Да, на заре все предметы и самые стихии преображались. Воздушные струи, точно горячие ключи, неслышно текли в неизвестность. Озеро недвижным жарким облаком нависало над долинами, населенными рыбой и песком, и жгло их своим равнодушным дыханьем. Гудрон на улицах плавился в патоку, кирпич становился медным и золотым, а черепица на крышах — бронзовой. Провода высокого напряжения — навек плененные молнии — угрожающе сверкали над бессонными домами.
Цикады трещали все громче.
Солнце не просто взошло, оно нахлынуло как поток и переполнило весь мир.
У себя в комнате, в постели, Дуглас таял и плавился, лицо его было все в поту.
— Уф, — сказал Том, входя в комнату. — Пошли, Дуг, в такой день только и сидеть в речке и не вылезать.
Дуглас тяжело дышал. Пот струился у него по шее.
— Дуг, ты что, спишь?
Чуть заметное движение головы.
— Ты, может, захворал? Да уж, этот дом сегодня прямо горит огнем. — Том приложил ладонь ко лбу брата. Это было все равно что тронуть заслонку пылающей печки. Он испуганно отдернул руку. Повернулся и сбежал вниз по лестнице.
— Мам, — сказал он, — Дуг, кажется, здорово заболел.
Мать в эту минуту вынимала яйца из холодильника; она замерла, и на лице у нее мелькнула тревога; сунув яйца обратно, она пошла за Томом наверх.
Дуглас за все это время не шелохнулся.
Цикады трещали изо всех сил, от этого треска звенело в ушах.
В полдень у веранды остановилась машина доктора; он примчался так быстро, будто солнце гналось за ним по пятам, готовое обрушиться на него всей своей тяжестью. Глаза у доктора были усталые; тяжело дыша, он отдал свой саквояж Тому.

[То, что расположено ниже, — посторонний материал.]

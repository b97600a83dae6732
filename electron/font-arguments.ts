// The argument checks of the font intents (valibot): the font's settings and glyphs
// exactly as a project holds them (the project schema's own parts), no more glyphs
// than a font can number, at most MAX_FONT_ARGUMENT_CHARACTERS of JSON, and for an
// export a file name no longer than a file system takes. A refused argument is a
// HandlerError naming the field.
import * as v from 'valibot';
import { HandlerError } from './handler-error.ts';
import { exceedsJsonSize } from './json-size.ts';
import { schemaProblem } from './io/project/schema-issue.ts';
import { MAX_FILE_NAME_LENGTH } from './places/workspace-files.ts';
import { projectSchema } from './io/project/project-schema.ts';
import type { HostIntents, IntentName } from './api-contract.ts';

/**
 * Largest font argument, in characters of JSON as json-size.ts estimates them
 * (which counts every number as 24 characters, so a point costs about 60): 64 MiB,
 * room for a thousand glyphs of a thousand points each, several times any lettering
 * alphabet; an argument beyond it is not the app's and would only tie the host up.
 * The browser host takes request bodies up to the same size for these intents.
 */
export const MAX_FONT_ARGUMENT_CHARACTERS = 64 * 1024 * 1024;

/**
 * Most glyphs a font source may have: a font numbers its glyphs with 16 bits
 * (OpenType 'maxp' numGlyphs, at most 65535), and the writer adds .notdef and a space.
 */
export const MAX_FONT_GLYPHS = 65535 - 2;

const glyphsSchema = v.pipe(projectSchema.entries.glyphs, v.maxLength(MAX_FONT_GLYPHS, `at most ${MAX_FONT_GLYPHS} glyphs, the most a font can number`));
const nameSchema = v.pipe(v.string(), v.minLength(1, 'a file name'), v.maxLength(MAX_FILE_NAME_LENGTH, `a file name of at most ${MAX_FILE_NAME_LENGTH} characters`));

const SCHEMAS = {
  buildProofFont: v.strictObject({ font: projectSchema.entries.font, glyphs: glyphsSchema }),
  exportFont: v.strictObject({ font: projectSchema.entries.font, glyphs: glyphsSchema, name: v.optional(nameSchema) }),
};

type FontIntent = keyof typeof SCHEMAS;

/** The validated arguments of a font intent; throws HandlerError 'bad-arguments'. */
export function fontArguments<K extends FontIntent>(intent: K, raw: unknown): HostIntents[K]['args'] {
  if (exceedsJsonSize(raw, MAX_FONT_ARGUMENT_CHARACTERS)) {
    throw new HandlerError('bad-arguments', `The font's outlines are larger than the ${MAX_FONT_ARGUMENT_CHARACTERS / 2 ** 20} MiB the host takes, so no font was built. Remove glyphs with very many points (refit them with a larger tolerance) and try again.`);
  }
  const result = v.safeParse(SCHEMAS[intent], raw ?? {});
  if (!result.success) {
    const { where, problem } = schemaProblem(result.issues, 'this request does not take it');
    throw new HandlerError('bad-arguments', `The request "${intent satisfies IntentName}" was refused: ${where ?? 'the arguments'} is wrong (${problem}). Undo the last edit and try again; if it persists, please report it.`);
  }
  return result.output as HostIntents[K]['args'];
}
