// Glyphs of a project that share a character: a font maps each character to one glyph,
// so such a project cannot make a font. The font writer refuses it by glyph number;
// the font intents ask here first, so the proof and the export can say which letters
// of the scan clash and where to fix them (on the sheet, where both boxes are marked).
import type { ProjectGlyph } from './io/project/project-schema.ts';
import { glyphCharacters } from './io/project/font-from-project.ts';
import { letterNumbers } from '../core/raster/index.ts';

/** The message for the first character two or more of `glyphs` share, or null when every character has one glyph. */
export function repeatedCharacterProblem(glyphs: readonly ProjectGlyph[]): string | null {
  const holders = new Map<string, number[]>();
  glyphs.forEach((glyph, index) => {
    for (const character of new Set(glyphCharacters(glyph))) {
      const list = holders.get(character);
      if (list) list.push(index);
      else holders.set(character, [index]);
    }
  });
  const clash = [...holders].find(([, list]) => list.length > 1);
  if (clash === undefined) return null;
  const [character, indices] = clash;
  const shown = /^[\p{L}\p{M}\p{N}\p{P}\p{S}]+$/u.test(character) ? `“${character}”` : `U+${character.codePointAt(0)!.toString(16).toUpperCase().padStart(4, '0')}`;
  const fromScan = indices.map((i) => glyphs[i]!.source?.letter).filter((letter): letter is number => letter !== undefined);
  const others = indices.filter((i) => glyphs[i]!.source === undefined);
  if (others.length === 0) {
    return `${shown} is assigned to letters ${letterNumbers(fromScan)} of the scan, and a font has one glyph per character. Go back to the sheet, where those boxes are marked: select one and type its right character, or, if they are pieces of one letter, select them and merge them. Then fit the letters again.`;
  }
  const glyphNames = others.map((i) => `glyph ${i + 1}${glyphs[i]!.name === undefined ? '' : ` ("${glyphs[i]!.name}")`}`);
  const parts = [...(fromScan.length > 0 ? [`letter${fromScan.length > 1 ? 's' : ''} ${letterNumbers(fromScan)} of the scan`] : []), ...glyphNames];
  const fix = fromScan.length > 0 ? `Retype th${fromScan.length > 1 ? 'ose letters' : 'at letter'} on the sheet and fit again.` : 'Give all but one of them another character.';
  return `${shown} belongs to ${parts.slice(0, -1).join(', ')} and ${parts[parts.length - 1]}, and a font has one glyph per character. ${fix}`;
}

В час дня доктор, качая головой, вышел из дому. Том с матерью остались за дверью, а доктор, обернувшись, опять и опять повторял им негромко через москитную сетку, что он не знает, право, не знает… Потом надел панаму, поглядел, как лучи солнца терзают и жгут листву деревьев, чуть помедлил, точно готовясь кинуться в первый круг ада, и побежал к своей машине. Из выхлопного отверстия вырвалось облако сизого дыма и еще добрых пять минут дрожало в воздухе, когда он уехал.
Том взял в кухне ломик, разбил на маленькие кусочки целый фунт льда и отнес наверх. Мать сидела на краю кровати, в комнате слышно было только прерывистое дыханье Дугласа — он вдыхал пар и выдыхал огонь. Лед завернули в носовые платки и положили Дугласу на лоб и вдоль тела. Задернули занавески, и комната сразу стала похожа на пещеру. Том с матерью сидели возле Дугласа до двух часов и все время приносили ему свежий лед. Потом опять пощупали его лоб — он был горячий, как лампа, которая горела всю ночь напролет. Тронешь — и невольно глядишь себе на пальцы: кажется, будто сжег их до самой кости.